Anon, I fear that you're just making this up as you go along. How does your assertion of using a fraction tie in with the All Clock Faces Are Wrong page on the time cube site? You are the one who pointed this page out earlier in the discussion and it just doesn't work with the system that you propose. Maybe Dr. Ray is wrong in asserting his new clock face? He doesn't provide any explanation of how it works. A normal clock's hour hand goes around twice per day, but there is no indication of what part of a day the 16 'cubic hours' relate to, but I suspect Dr. Ray meant one day as he does go on about his 4/16 rotation principle. So, Anon, please can you clear up the confusion here? Once that is done then I think we can probably move on to the time travel. KayEss | talk 03:23, 1 May 2005 (UTC)

No "ad hominem" attacks, please. You have not refuted the supremacy of the 4-corner-quadrant division. One can make further divisions of 4 within the existing quadrants; however, it is the 4-corner-quadrant division of the full rotation that is of importance. One would merely divide it into the shorter measurements of hours for convenience; it is probably easier to read hours and minutes than to read a fraction.
Again, the time system I am describing is designed to comply with the 4-corner-quadrant division; this division being inherent to the property of 4 simultaneous days in 1 rotation of Earth. Refute the supremacy of 4, and the 4/16 rotation principle, if you want to dispute it. Now what is your response to the other points of criticism?

As I've said before, please read up and understand what 'ad hominem' means before you accuse people of it. You already know that you're making yourself look idiotic by continually failing to grasp a fairly simple concept, but enough about that, we've been through it before. If you read my question I wasn't trying to refute anything, I was asking how your concept was compatible with Dr. Ray's concepts of time keeping. You managed to write a lot of works, but I'm afraid I couldn't get any meaning from them whatsoever. Can you describe to us how Dr. Ray's clock works and how it fits in with what you have been describing? I'm hoping that we don't have to ask this question twenty times before receiving an answer... KayEss | talk 07:58, 1 May 2005 (UTC)

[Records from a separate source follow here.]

"""An attacker without keys: changes an archive and puts right every digest and manifest that can be put right."""

from __future__ import annotations

import hashlib
import json
import random
import re
import subprocess
from collections.abc import Callable
from pathlib import Path
from typing import Any

from trunnion.calculations.digest import content_digest
from trunnion.calculations.notebooks import canonical_bytes
from trunnion.records import bag
from trunnion.records.contents import results_digest
from trunnion.records.statements import canonical

ITEM = "application/vnd.trunnion.item+json"
RECORD = "data/issued/record"


def sha256(content: bytes) -> str:
    return hashlib.sha256(content).hexdigest()


class Forger:
    """A bag in a folder, changed consistently."""

    def __init__(self, root: Path, seed: int) -> None:
        self.root = root
        self.chance = random.Random(seed)

    # --- files ---

    def json(self, name: str) -> Any:
        return json.loads((self.root / name).read_bytes())

    def put(self, name: str, value: Any) -> None:
        content = value if isinstance(value, bytes) else canonical_bytes(value)
        (self.root / name).write_bytes(content)

    def replace(self, name: str, old: str, new: str) -> None:
        path = self.root / name
        text = path.read_text("utf-8")
        assert old in text, (name, old)
        path.write_text(text.replace(old, new), "utf-8")

    def both(self, change: Callable[[Any], None]) -> None:
        """Change results.json in both places."""
        results = self.json("data/issued/results.json")
        change(results)
        for name in ("data/issued/results.json", "data/package/results.json"):
            self.put(name, results)

    def specs(self, old: str, new: str) -> None:
        for folder in ("data/workbook", "data/issued", "data/package"):
            self.replace(f"{folder}/workbook.yaml", old, new)

    def statement(self, role: str) -> Path:
        (path,) = (self.root / RECORD / "signatures").glob(f"{role}-*.json")
        return path

    def restate(self, role: str, change: Callable[[Any], None]) -> None:
        path = self.statement(role)
        statement = json.loads(path.read_bytes())
        change(statement)
        path.write_bytes(canonical(statement))

    def body_of(self, name: str) -> Path:
        entry = next(e for e in self.json("data/issued/results.json")["calculations"] if e["id"] == name)
        return self.root / "data/package/bodies" / f"{entry['key']}.ipynb"

    def rewrite_body(self, name: str, change: Callable[[Any], None]) -> None:
        """Change a notebook, its sheet, and every digest that speaks of it."""
        path = self.body_of(name)
        body = json.loads(path.read_bytes())
        change(body)
        path.write_bytes(canonical_bytes(body))
        (sheet,) = (self.root / "data/package").glob(f"{name}-*.ipynb")
        former = json.loads(sheet.read_bytes())
        added = [cell for cell in former["cells"] if "trunnion-sheet" in cell["metadata"].get("tags", [])]
        head, tail = added[:-1], added[-1:]
        sheet.write_bytes(canonical_bytes({**body, "cells": [*head, *body["cells"], *tail]}))

        def put(results: Any) -> None:
            for entry in results["calculations"]:
                if entry["id"] == name:
                    entry["digest"] = content_digest(body)

        self.both(put)
        digests = self.json("data/issued/digests.json")
        digests["calculations"][name] |= {"digest": content_digest(body), "sha256": sha256(path.read_bytes())}
        self.put("data/issued/digests.json", digests)

    def claim(self) -> None:
        """Make the statements claim what the results now say; their signatures stay those of the former words."""
        results = self.json("data/issued/results.json")
        entries = {entry["id"]: entry for entry in results["calculations"]}

        def put(statement: Any) -> None:
            for covered in statement.get("calculations", []):
                entry = entries[covered["id"]]
                covered.update(body=entry["digest"], results=results_digest(entry))

        for role in ("prepared", "checked", "approved"):
            self.restate(role, put)

    # --- putting right ---

    def settle(self) -> None:
        """Every digest of the issue, every manifest and the size: as if the archive had been made so."""
        digests = self.json("data/issued/digests.json")
        for folder, key in (("data/issued", "files"), ("data/package", "outputs")):
            top = self.root / folder
            names = [path.relative_to(top).as_posix() for path in sorted(top.rglob("*")) if path.is_file()]
            digests[key] = {name: sha256((top / name).read_bytes()) for name in names if name != "digests.json"}
        self.put("data/issued/digests.json", digests)
        self.manifests()

    def manifests(self) -> None:
        files = {name: (self.root / name).read_bytes() for name in bag.files_of(self.root)}
        payload = {name: content for name, content in files.items() if name.startswith("data/")}
        size = sum(len(content) for content in payload.values())
        info = (self.root / bag.INFO).read_text()
        info = re.sub(r"Payload-Oxum: .*", f"Payload-Oxum: {size}.{len(payload)}", info)
        files[bag.INFO] = info.encode()
        files[bag.MANIFEST] = bag.manifest(payload)
        tags = {n: c for n, c in files.items() if n not in payload and n not in (bag.TAGS, bag.SIGNATURE)}
        files[bag.TAGS] = bag.manifest(tags)
        for name in (bag.INFO, bag.MANIFEST, bag.TAGS):
            (self.root / name).write_bytes(files[name])

    def sign(self, key: Path, namespace: str, content: bytes) -> bytes:
        command = ["ssh-keygen", "-Y", "sign", "-f", str(key), "-n", namespace]
        return subprocess.run(command, input=content, capture_output=True, check=True).stdout

    def archivist(self, key: Path) -> None:
        """Sign the tag manifest anew: an attacker who holds the archivist's key, and no other."""
        content = (self.root / bag.TAGS).read_bytes()
        (self.root / bag.SIGNATURE).write_bytes(self.sign(key, "archived@trunnion", content))

    def digit(self, text: str) -> str:
        """The text with one digit changed."""
        places = [found.start() for found in re.finditer(r"\d", text)]
        at = self.chance.choice(places)
        return f"{text[:at]}{(int(text[at]) + self.chance.randint(1, 9)) % 10}{text[at + 1 :]}"


def number_in_results(f: Forger) -> None:
    amount = f.chance.choice([0.001, 0.5, 5.0, -0.25])

    def change(results: Any) -> None:
        entry = f.chance.choice(results["calculations"])
        for name in ("lo", "hi", "attained"):
            entry["results"][0][name] += amount

    f.both(change)
    f.claim()


def number_everywhere(f: Forger) -> None:
    """Notebook output, results, digests and statements agree on the wrong number."""
    name = f.chance.choice(["C01", "C02"])
    amount = f.chance.choice([0.001, 0.5, 5.0, -0.25])

    def shift(result: Any) -> None:
        for key in ("lo", "hi", "attained"):
            result[key] += amount

    def change(body: Any) -> None:
        for cell in body["cells"]:
            for output in cell.get("outputs", []):
                item = output.get("data", {}).get(ITEM, {})
                if item.get("kind") == "result":
                    shift(item)

    f.rewrite_body(name, change)
    f.both(lambda results: [shift(e["results"][0]) for e in results["calculations"] if e["id"] == name])
    f.claim()


def notebook_text(f: Forger) -> None:
    f.rewrite_body(f.chance.choice(["C01", "C02"]), lambda body: body["cells"][0].update(source="# Another purpose"))
    f.claim()


def spec_limit(f: Forger) -> None:
    old, new = f.chance.choice([("at least: 20 deg", "at least: 2 deg"), ("at most: 7 deg", "at most: 70 deg")])
    f.specs(old, new)
    words = {"at least: 20 deg": ("20 deg", "2 deg"), "at most: 7 deg": ("7 deg", "70 deg")}[old]
    f.both(lambda results: [
        row.update(limit=words[1], asks=row["asks"].replace(words[0], words[1]))
        for row in results["requirements"] if row["limit"] == words[0]
    ])  # fmt: skip


def verdict_hidden(f: Forger) -> None:
    def change(results: Any) -> None:
        row = f.chance.choice(results["requirements"])
        row["verdict"] = row["candidates"][0]["verdict"] = f.chance.choice(["does not meet", "not shown"])

    f.both(change)


def requirement_removed(f: Forger) -> None:
    text = (f.root / "data/workbook/workbook.yaml").read_text()
    row = next(line for line in text.splitlines(keepends=True) if "id: R2" in line)
    f.specs(row, "")
    f.specs(", shows: [R2]", "")
    f.both(lambda results: results["requirements"].pop())


def data_file(f: Forger) -> None:
    """The input changed, and everything that lists it; the notebook was run on another one."""
    path = f.root / "data/workbook/data/numbers.csv"
    path.write_text(f.digit(path.read_text()))
    digest = sha256(path.read_bytes())

    def change(results: Any) -> None:
        for entry in results["calculations"]:
            for file in entry["inputs"]:
                file["sha256"] = digest

    f.both(change)
    f.claim()


def swapped_calculations(f: Forger) -> None:
    def change(statement: Any) -> None:
        first, second = statement["calculations"]
        first["id"], second["id"] = second["id"], first["id"]
        statement["calculations"] = [second, first]

    f.restate(f.chance.choice(["prepared", "checked", "approved"]), change)


def another_role(f: Forger) -> None:
    old, new = f.chance.choice([("prepared", "checked"), ("prepared", "approved"), ("checked", "approved")])
    path, taken = f.statement(old), f.statement(new)
    name = path.name.replace(old, new)
    statement = json.loads(path.read_bytes()) | {"role": new}
    taken.with_name(taken.name + ".sig").unlink()
    taken.unlink()
    path.with_name(name).write_bytes(canonical(statement))
    path.with_name(name + ".sig").write_bytes(path.with_name(path.name + ".sig").read_bytes())


def another_revision(f: Forger) -> None:
    """Replay: signatures of revision A in an archive that calls itself B throughout."""
    f.both(lambda results: results["document"].update(revision="B"))
    f.specs("revision: A", "revision: B")
    for name in ("digests.json", "record/record.json"):
        record = f.json(f"data/issued/{name}")
        record["document"]["revision"] = "B"
        f.put(f"data/issued/{name}", record)
    f.replace(bag.INFO, "revision A", "revision B")
    if f.chance.random() < 0.5:
        for role in ("prepared", "checked", "approved"):
            f.restate(role, lambda statement: statement["document"].update(revision="B"))


def another_document(f: Forger) -> None:
    f.both(lambda results: results["document"].update(number="MIN-002"))
    f.specs("number: MIN-001", "number: MIN-002")
    for name in ("digests.json", "record/record.json"):
        record = f.json(f"data/issued/{name}")
        record["document"]["number"] = "MIN-002"
        f.put(f"data/issued/{name}", record)
    f.replace(bag.INFO, "MIN-001", "MIN-002")


def another_time(f: Forger) -> None:
    role = f.chance.choice(["prepared", "checked", "approved"])
    f.restate(role, lambda statement: statement.update(time=statement["time"].replace("05-28", "05-27")))


def another_person(f: Forger) -> None:
    role = f.chance.choice(["prepared", "checked", "approved"])
    f.restate(
        role, lambda statement: statement.update(person={"id": f.chance.choice(["p1", "c1", "a1", "x1"]), "name": "X"})
    )


def another_method(f: Forger) -> None:
    f.restate("checked", lambda s: s.update(method={"of check": "alternate calculation", "reference": "HC-9"}))


def swapped_signatures(f: Forger) -> None:
    first, second = (f.statement(role) for role in f.chance.sample(["prepared", "checked", "approved"], 2))
    paths = [path.with_name(path.name + ".sig") for path in (first, second)]
    contents = [path.read_bytes() for path in paths]
    for path, content in zip(paths, reversed(contents), strict=True):
        path.write_bytes(content)


def signature_removed(f: Forger) -> None:
    path = f.statement(f.chance.choice(["prepared", "checked", "approved"]))
    path.with_name(path.name + ".sig").unlink()
    path.unlink()


def preparer_approves(f: Forger) -> None:
    """The preparer grants himself the approval in spec, record and key list, and signs with his own key."""
    f.specs("signs as: [prepared]", "signs as: [prepared, approved]")
    record = f.json(f"{RECORD}/record.json")
    record["people"][0]["signs_as"] = ["prepared", "approved"]
    f.put(f"{RECORD}/record.json", record)
    f.replace(f"{RECORD}/allowed_signers", "prepared@trunnion", "prepared@trunnion,approved@trunnion")
    path = f.statement("approved")
    statement = json.loads(path.read_bytes()) | {"person": {"id": "p1", "name": "Ada Mill"}}
    path.write_bytes(canonical(statement))
    key = f.keys / "p1"  # type: ignore[attr-defined]
    path.with_name(path.name + ".sig").write_bytes(f.sign(key, "approved@trunnion", canonical(statement)))


def two_names(f: Forger) -> None:
    """The preparer lists his key under the checker's name too, and checks himself."""
    keys = f.root / RECORD / "allowed_signers"
    line = keys.read_text().splitlines()[0]
    keys.write_text(keys.read_text() + line.replace("p1 ", "c1 ").replace("prepared@", "checked@") + "\n")
    path = f.statement("checked")
    key = f.keys / "p1"  # type: ignore[attr-defined]
    path.with_name(path.name + ".sig").write_bytes(f.sign(key, "checked@trunnion", path.read_bytes()))


# Seen by archivist's signature alone: nobody else signs these bytes.
def page(f: Forger) -> None:
    path = f.root / "data/package/package.html"
    path.write_text(f.digit(path.read_text("utf-8")), "utf-8")


def pdf(f: Forger) -> None:
    path = f.root / "data/package/package.pdf"
    content = bytearray(path.read_bytes())
    content[f.chance.randrange(len(content))] ^= 1 << f.chance.randrange(8)
    path.write_bytes(bytes(content))


def sheet_sign_off(f: Forger) -> None:
    f.replace("data/package/C01-tiny-margin.ipynb", "Bo Carr", "Someone Else")


def key_list(f: Forger) -> None:
    path = f.root / RECORD / "allowed_signers"
    path.write_text(path.read_text() + (f.keys / "stranger.pub").read_text().replace("ssh-", "x1 ssh-", 1))  # type: ignore[attr-defined]


def environment(f: Forger) -> None:
    record = f.json(f"{RECORD}/environment.json")
    record["distributions"]["numpy"] = f"9.{f.chance.randrange(99)}"
    f.put(f"{RECORD}/environment.json", record)


def template(f: Forger) -> None:
    f.replace("data/workbook/templates/tiny-sum.ipynb", "Tiny sum", "Another sum")


def finder(f: Forger) -> None:
    f.replace("README.txt", "Call it KEYS", "Take it from this archive and call it KEYS")


def findings(f: Forger) -> None:
    f.put(f"{RECORD}/findings.json", [])
    f.replace(f"{RECORD}/findings.json", "[]", "[ ]")


SIGNED_BY_PEOPLE = (
    number_in_results, number_everywhere, notebook_text, spec_limit, verdict_hidden, requirement_removed, data_file,
    swapped_calculations, another_role, another_revision, another_document, another_time, another_person,
    another_method, swapped_signatures, signature_removed, preparer_approves, two_names,
)  # fmt: skip
SIGNED_BY_ARCHIVIST = (page, pdf, sheet_sign_off, key_list, environment, template, finder, findings)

You suggest I'm "just making this up as you go along", thus implying that the argument is false. You ignore the argument's content, but associate its validity with an imagined motive of the person who has put it forth. Obviously it's an attempted "ad hominem" attack, and I am rather inclined to think that either you do not grasp the concept, or you are skewing its definition in order to justify your own frequent usage of personal attacks.
I said: "the time system I am describing is designed to comply with the 4-corner-quadrant division". Examining the Cubic Clock, we notice that it is divided into Quadrants. It would thus correspond to the day-night cycle in a way such as the following: 16 = Midday, 4 = Sundown, 8 = Midnight, 12 = Sunup.
I also said this: "One can make further divisions of 4 within the existing quadrants ... One would merely divide it into the shorter measurements of hours for convenience; it is probably easier to read hours and minutes than to read a fraction." You will notice that the quadrants on the clock have been iteratively divided into 4. This is as I described: an alternative more convenient than using a single fraction to represent a position within one of the quadrants.
Now, there are two questions: will I need to clarify this even more, and what is your response to the as yet unaddressed points of criticism? 211.28.6.164

No, I think we're clear now. Well, clearish anyway. So, we have three observers, one at Chicago, one 5W of his position and one 15W of Chicage. You said: At noon, midday. 5 degrees west, 0.9444 sunup-midday. 15 degrees west, 0.8333 sunup-midday. For one thing I don't see how this is different to just using 'local time' with a different definition for 'hour' (if you're interested you will find that the traditional Thai time keeping is done on exactly these quadrants, but they have six hours and not four 'cubic hours' between the divisions). As I do happen to be in Bangkok and I were to call my friend in Chicago as you have stated this means that my voice has to time travel if we use GMT. Now, if the observer at 15W of Chicago calls my friend the observer's time is 0.8333 sunup-midday, but my friend at Chicago's time is midday. I guess the observer's voice also has to time travel by 0.1777 quadrants doesn't it? KayEss | talk 11:46, 1 May 2005 (UTC)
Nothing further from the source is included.